This project implements a generalized status model service, for maintaining a milestone progression model meant for customer service request tracking.
The following diagram shows a generalized status tracking architecture.
- Status is related to some end to end service request process instantiated and executed by a business on behalf of a customer.
- A model representing the high level sequence of steps or milestones that must be completed during the service request process for the purpose of conveying status is used.
- Events emitted by workflow execution or business process orchestration or line of business systems are fed to the status tracking system, which then correlates the events to specific service request instantiations, advancing the state of the service request model instantiated for the service request based on rules.

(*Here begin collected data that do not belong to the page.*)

def references_table(record: Mapping[str, Any], width: float) -> list[Flowable]:
    """Reference tables and coefficient sets used, with edition and status."""
    out: list[Flowable] = [para("Reference tables and model", H3)]
    refs = record.get("references")
    if not isinstance(refs, list) or not refs:
        out.append(_not_computed("References used"))
    else:
        rows: list[list[object]] = [[para(h, CELL_BOLD) for h in
                                     ("Name", "Title", "Edition", "Source status", "Verification")]]
        for ref in refs:
            ref = _m(ref)
            rows.append([para(_stated(ref.get(k)), CELL) for k in
                         ("name", "title", "edition", "source_status", "verification")])
        w = width
        out.append(grid(rows, [0.19 * w, 0.31 * w, 0.22 * w, 0.14 * w, 0.14 * w]))
    model = record.get("model")
    if isinstance(model, Mapping):
        out.append(Spacer(1, 3))
        out.append(rich([("Model: ", True), (model_label(model), False),
                         ("; coefficient status: ", False),
                         (_text(model.get("coefficient_status")), True),
                         (" (printed beside every model figure below)", False)], SMALL))
    else:
        out.append(_not_computed("Decompression model"))
    return out


def verdict_block(record: Mapping[str, Any], width: float) -> list[Flowable]:
    """The verdict with the count of findings by severity."""
    findings = [f for f in record.get("findings") or [] if isinstance(f, Mapping)]
    counts = count_findings(findings)
    verdict, changed = effective_verdict(record.get("verdict"), counts)
    lines: list[Flowable] = [
        rich([("Verdict: ", False), (VERDICT_LABEL[verdict], True)], VERDICT),
        para(f"{counts['fail']} fail, {counts['warn']} warn, {counts['info']} info, "
             f"{counts['pass']} pass", BODY),
    ]
    stated = _m(record.get("counts"))
    if changed or any(stated.get(k) not in (None, v) for k, v in counts.items()):
        lines.append(para(
            f"Stated by the check: verdict {_text(record.get('verdict'))}, counts "
            + ", ".join(f"{k} {fmt_scalar(stated.get(k))}" for k in counts)
            + ". The verdict and counts above are recomputed from the findings listed; "
            "the worse of the two is shown.", SMALL))
    lines.append(para("The tool supports the supervisor's decision; it does not make it. "
                      "See the cautions before the signature blocks.", SMALL))
    panel = Table([[lines]], colWidths=[width])
    panel.setStyle([("FONTNAME", (0, 0), (-1, -1), REGULAR),
                    ("BOX", (0, 0), (-1, -1), 0.8, RULE),
                    ("BACKGROUND", (0, 0), (-1, -1), PANEL_FILL),
                    ("LEFTPADDING", (0, 0), (-1, -1), 6),
                    ("TOPPADDING", (0, 0), (-1, -1), 5),
                    ("BOTTOMPADDING", (0, 0), (-1, -1), 6)])
    return [Spacer(1, 6), panel]


def findings_table(record: Mapping[str, Any], width: float) -> list[Flowable]:
    """All findings, worst first, each with its citation and source status."""
    out: list[Flowable] = [para("Findings, worst first", H2)]
    raw = record.get("findings")
    if not isinstance(raw, list):
        return out + [_not_computed("Findings")]
    findings = sorted((f for f in raw if isinstance(f, Mapping)),
                      key=lambda f: severity_rank(f.get("severity")))
    if not findings:
        return out + [para("The check reported no findings. That is not a pass: "
                           "the supervisor reviews the plan in full.", BODY)]
    rows: list[list[object]] = [[para(h, CELL_BOLD) for h in
                                 ("Result", "Rule / dive", "Finding", "Measured / limit",
                                  "Citation (source status)")]]
    if any(f.get("severity") == "pass" for f in findings):
        out.append(para("Passed checks are listed last in smaller type, as measured / limit.",
                        SMALL))
    for f in findings:
        unit = f.get("unit") if isinstance(f.get("unit"), str) else None
        measured = _given(f.get("measured"), unit)
        limit = _given(f.get("limit"), unit)
        dive = f.get("dive")
        status = f"({_stated(f.get('source_status'))})"
        if f.get("severity") == "pass":
            # passed checks print compactly, one paragraph per cell
            where = f" (dive {dive})" if dive is not None else ""
            rows.append([
                para(severity_label("pass"), SMALL),
                para(f"{_text(f.get('rule'))}{where}", SMALL),
                para(_text(f.get("message")), SMALL),
                para("—" if measured == limit == "—" else f"{measured} / {limit}", SMALL),
                para(f"{_text(f.get('citation'))} {status}", SMALL),
            ])
            continue
        rule_cell = [para(_text(f.get("rule")), CELL)]
        if dive is not None:
            rule_cell.append(para(f"dive {dive}", CELL))
        rows.append([
            para(severity_label(f.get("severity")), CELL_BOLD),
            rule_cell,
            para(_text(f.get("message")), CELL),
            [para(f"measured: {measured}", CELL), para(f"limit: {limit}", CELL)],
            [para(_text(f.get("citation")), CELL), para(status, CELL)],
        ])
    w = width
    out.append(grid(rows, [0.08 * w, 0.17 * w, 0.36 * w, 0.16 * w, 0.23 * w]))
    return out
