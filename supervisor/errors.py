"""Package error hierarchy.

Every error the package raises on purpose derives from :class:`SupervisorError`
and also from a builtin, so callers may catch either.  The command line maps
:class:`InputError` and its subclasses to exit status 2 with a one-line message.
"""

from __future__ import annotations


class SupervisorError(Exception):
    """Base class of all errors raised on purpose by this package."""


class InputError(SupervisorError, ValueError):
    """Bad input: the message names the field, the value and the accepted form."""

    def __init__(self, field: str, message: str) -> None:
        self.field = field
        self.message = message
        super().__init__(f"{field}: {message}")


class PlanError(InputError):
    """A plan file that cannot be read or does not validate."""


class TableError(SupervisorError, ValueError):
    """A reference table that is malformed, lacks provenance or fails validation."""


class ScheduleError(SupervisorError, RuntimeError):
    """A decompression schedule that cannot be computed (for example it cannot clear)."""
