def as_float_array(
    value: ArrayLike,
    field: str,
    unit: str = "",
    minimum: float | None = None,
    maximum: float | None = None,
) -> NDArray[np.float64]:
    """Return ``value`` as a float array, or raise :class:`InputError` naming ``field``.

    Parameters
    ----------
    value : array_like
        Number or array of numbers.
    field : str
        Input field named in the error message.
    unit : str
        Unit named in the error message, e.g. ``"fsw"``.
    minimum, maximum : float, optional
        Inclusive bounds [unit].

    Returns
    -------
    ndarray
        Finite float array (0-d for a scalar input).

    Raises
    ------
    InputError
        If the value is not numeric, not finite, or out of bounds.
    """
    u = f" {unit}" if unit else ""
    if isinstance(value, (str, bytes)):
        raise InputError(field, f"got {value!r}; expected a number{u}")
    try:
        arr = np.asarray(value, dtype=float)
    except (TypeError, ValueError):
        raise InputError(field, f"got {value!r}; expected a number{u}") from None
    if not np.all(np.isfinite(arr)):
        raise InputError(field, f"got {value!r}; expected a finite number{u}")
    if minimum is not None and np.any(arr < minimum):
        bad = float(np.min(arr))
        raise InputError(field, f"got {bad:g}{u}; expected >= {minimum:g}{u}")
    if maximum is not None and np.any(arr > maximum):
        bad = float(np.max(arr))
        raise InputError(field, f"got {bad:g}{u}; expected <= {maximum:g}{u}")
    return arr


def _out(arr: NDArray[np.float64]) -> NDArray[np.float64] | float:
    return float(arr) if arr.ndim == 0 else arr
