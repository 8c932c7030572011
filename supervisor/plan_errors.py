"""Pydantic validation errors as one line per problem: field path and accepted form.

``dives[1].stops[0].depth: got -10; expected a depth >= 0 fsw``: the path is
written with dots and ``[index]``; the message gives the value found and what
is accepted, taken from the error kind and the field's annotation and
description (a trailing ``[unit]`` in the description names the unit).
Validators raise :class:`Problems` to report several problems at sub-paths of
the field they check.
"""

from __future__ import annotations

import datetime as _dt
import types
import typing
from collections.abc import Iterable
from typing import Annotated, Any, Literal

from pydantic import BaseModel, ValidationError

from supervisor.errors import InputError
from supervisor.text import excerpt


class Problems(ValueError):
    """Raised inside validators to report problems at sub-paths of the current field.

    Parameters
    ----------
    problems : list of (str, str)
        ``(sub-path, message)``; an empty sub-path means the field itself.
    """

    def __init__(self, problems: list[tuple[str, str]]) -> None:
        self.problems = problems
        super().__init__("; ".join(f"{p}: {m}" if p else m for p, m in problems))


def field_path(loc: Iterable[Any]) -> str:
    """Write a pydantic location as ``a.b[0].c``."""
    out = ""
    for part in loc:
        if isinstance(part, int):
            out += f"[{part}]"
        else:
            out += ("." if out else "") + str(part)
    return out or "plan"


def show(value: Any) -> str:
    """Show an input value in a message (tables and lists by kind)."""
    if isinstance(value, dict):
        return "a table"
    if isinstance(value, list):
        return "a list"
    if isinstance(value, bool):
        return "true" if value else "false"
    return excerpt(value)


def _model_at(
    root: type[BaseModel], loc: tuple[Any, ...]
) -> tuple[type[BaseModel] | None, str | None]:
    """Walk the model tree from ``root`` along ``loc``; return (owning model, last field name)."""
    model: type[BaseModel] | None = root
    for part in loc[:-1]:
        if isinstance(part, int) or model is None:
            continue
        fld = model.model_fields.get(part) or next(
            (f for f in model.model_fields.values() if f.alias == part), None
        )
        model = _submodel(fld.annotation) if fld is not None else None
    last = loc[-1] if loc and isinstance(loc[-1], str) else None
    return model, last


def _submodel(tp: Any) -> type[BaseModel] | None:
    if isinstance(tp, type) and issubclass(tp, BaseModel):
        return tp
    for arg in typing.get_args(tp):
        found = _submodel(arg)
        if found is not None:
            return found
    return None


def _field_description(root: type[BaseModel], loc: tuple[Any, ...]) -> str | None:
    model, name = _model_at(root, loc)
    if model is None or name is None:
        return None
    fld = model.model_fields.get(name) or next(
        (f for f in model.model_fields.values() if f.alias == name), None
    )
    return fld.description if fld is not None else None


def _form(root: type[BaseModel], loc: tuple[Any, ...], unit: str) -> str:
    """Describe the accepted form of the field at ``loc`` from its annotation."""
    model, name = _model_at(root, loc)
    fld = model.model_fields.get(name) if model is not None and name else None
    if fld is None and model is not None and name:
        fld = next((f for f in model.model_fields.values() if f.alias == name), None)
    if fld is None:
        return "a value"
    tp = fld.annotation
    base = tp
    if typing.get_origin(tp) in (typing.Union, types.UnionType):
        base = next(a for a in typing.get_args(tp) if a is not type(None))
    while typing.get_origin(base) is Annotated:
        base = typing.get_args(base)[0]
    u = _unit_of(fld.description, unit)
    if typing.get_origin(base) is Literal:
        opts = [repr(a) for a in typing.get_args(base)]
        return "one of " + ", ".join(opts)
    if typing.get_origin(base) is list:
        return "a list"
    if base is bool:
        return "true or false"
    if base is float:
        return f"a number{u}"
    if base is int:
        return f"a whole number{u}"
    if base is str:
        return "quoted text"
    if isinstance(base, type) and issubclass(base, BaseModel):
        return "a table"
    if base is _dt.date:
        return "a date such as 2026-05-14"
    return "a value"


def _unit_of(desc: str | None, unit: str) -> str:
    if desc and desc.endswith("]") and "[" in desc:
        u = desc[desc.rindex("[") + 1 : -1]
        return f" [{u.replace('plan unit', unit)}]"
    return ""


def _translate(root: type[BaseModel], err: dict[str, Any], unit: str) -> list[tuple[str, str]]:
    """Turn one pydantic error into ``(field path, message)`` lines."""
    loc = tuple(err.get("loc", ()))
    path = field_path(loc)
    kind = err.get("type", "")
    value = err.get("input")
    ctx = err.get("ctx") or {}
    desc = _field_description(root, loc)
    u = _unit_of(desc, unit)
    if kind == "value_error":
        exc = ctx.get("error")
        if isinstance(exc, Problems):
            if not loc:
                return [(p or path, m) for p, m in exc.problems]
            return [(f"{path}.{p}" if p else path, m) for p, m in exc.problems]
        if isinstance(exc, InputError):
            return [(path, exc.message)]
        return [(path, str(exc) if exc is not None else err.get("msg", "invalid"))]
    if kind == "missing":
        form = _form(root, loc, unit)
        label = desc.split(" [")[0] if desc else ""
        what = f" ({label})" if label and "such as" not in form else ""
        return [(path, f"missing; expected {form}{what}")]
    if kind == "extra_forbidden":
        model, _ = _model_at(root, loc)
        allowed = ", ".join(f.alias or n for n, f in model.model_fields.items()) if model else "?"
        return [(path, f"unknown field; check the spelling (accepted: {allowed})")]
    if kind == "literal_error":
        return [(path, f"got {show(value)}; expected {ctx.get('expected', 'a listed value')}")]
    if kind in ("float_type", "float_parsing", "int_from_float", "int_type", "int_parsing"):
        want = "a whole number" if kind.startswith("int") else "a number"
        return [(path, f"got {show(value)}; expected {want}{u}")]
    if kind == "finite_number":
        return [(path, f"got {show(value)}; expected a finite number{u}")]
    if kind in ("bool_type", "bool_parsing"):
        return [(path, f"got {show(value)}; expected true or false")]
    if kind in ("string_type",):
        return [(path, f"got {show(value)}; expected quoted text")]
    if kind == "string_too_short":
        return [(path, "got empty text; expected a non-empty value")]
    if kind == "string_too_long":
        n = len(value) if isinstance(value, str) else "?"
        return [(path, f"got text of {n} characters; expected at most "
                 f"{ctx.get('max_length', '?')} characters")]
    if kind == "too_long":
        n = len(value) if isinstance(value, (list, tuple)) else "?"
        return [(path, f"got {n} entries; expected at most {ctx.get('max_length', '?')}")]
    if kind in ("list_type", "too_short"):
        if kind == "too_short":
            return [(path, "got an empty list; expected at least one entry")]
        return [(path, f"got {show(value)}; expected a list")]
    if kind in ("model_type", "model_attributes_type", "dict_type"):
        return [(path, f"got {show(value)}; expected a table ([section] or {{...}})")]
    if kind in ("date_type", "date_parsing", "date_from_datetime_inexact"):
        return [(path, f"got {show(value)}; expected a date such as 2026-05-14")]
    bounds = {
        "greater_than": ("gt", ">"),
        "greater_than_equal": ("ge", ">="),
        "less_than": ("lt", "<"),
        "less_than_equal": ("le", "<="),
    }
    if kind in bounds:
        key, op = bounds[kind]
        bound = ctx.get(key)
        lim = f"{bound:g}" if isinstance(bound, (int, float)) else show(bound)
        return [(path, f"got {show(value)}; expected {op} {lim}{u}")]
    return [(path, f"got {show(value)}; {err.get('msg', 'invalid')}")]


def problems_from(
    exc: ValidationError, root: type[BaseModel], unit: str = "plan unit"
) -> list[tuple[str, str]]:
    """Return the ``(field path, message)`` problems of a pydantic validation error.

    Parameters
    ----------
    exc : pydantic.ValidationError
        The error raised by ``root.model_validate``.
    root : type of BaseModel
        The model that was validated (for field descriptions and accepted forms).
    unit : str
        Plan unit, for messages.

    Returns
    -------
    list of (str, str)
    """
    out: list[tuple[str, str]] = []
    for err in exc.errors(include_url=False):
        for item in _translate(root, err, unit):
            if item not in out:
                out.append(item)
    return out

- Based on model state changes and rules, notifications of status change can be delivered to systems or customers through different channels - web hooks, mobile push notifications, email, etc.
- Also based on model state change and rules, the status notification system may also emit events to an event stream that other interested systems can subscribe to for their processing.
This project implements the heart of the service tracking application architecture:
- Events are fed to the system via a Kinesis stream.
- An AWS lambda function triggered by stream events looks up a lambda function associated with the event model (conveyed in the event data) that can process the event against a status model
- The lambda function to process the event is invoked
The sample implementation uses two DynamoDB tables: one to store model to lambda function mappings, and one to store model instance state, where model instance state is the last event seen for a specific instantiation of a status tracking model.
A jupyter notebook is provided to instantiate the various architecture elements via cloud formation, and to exercise the various components, which includes instantiating a model state transition lambda function and a corresponding entry in the model handler table, writing events to the input stream, retrieving the model instance state from DynamoDB, and reading all the state recording activity from the model instance state table's DynamoDB stream.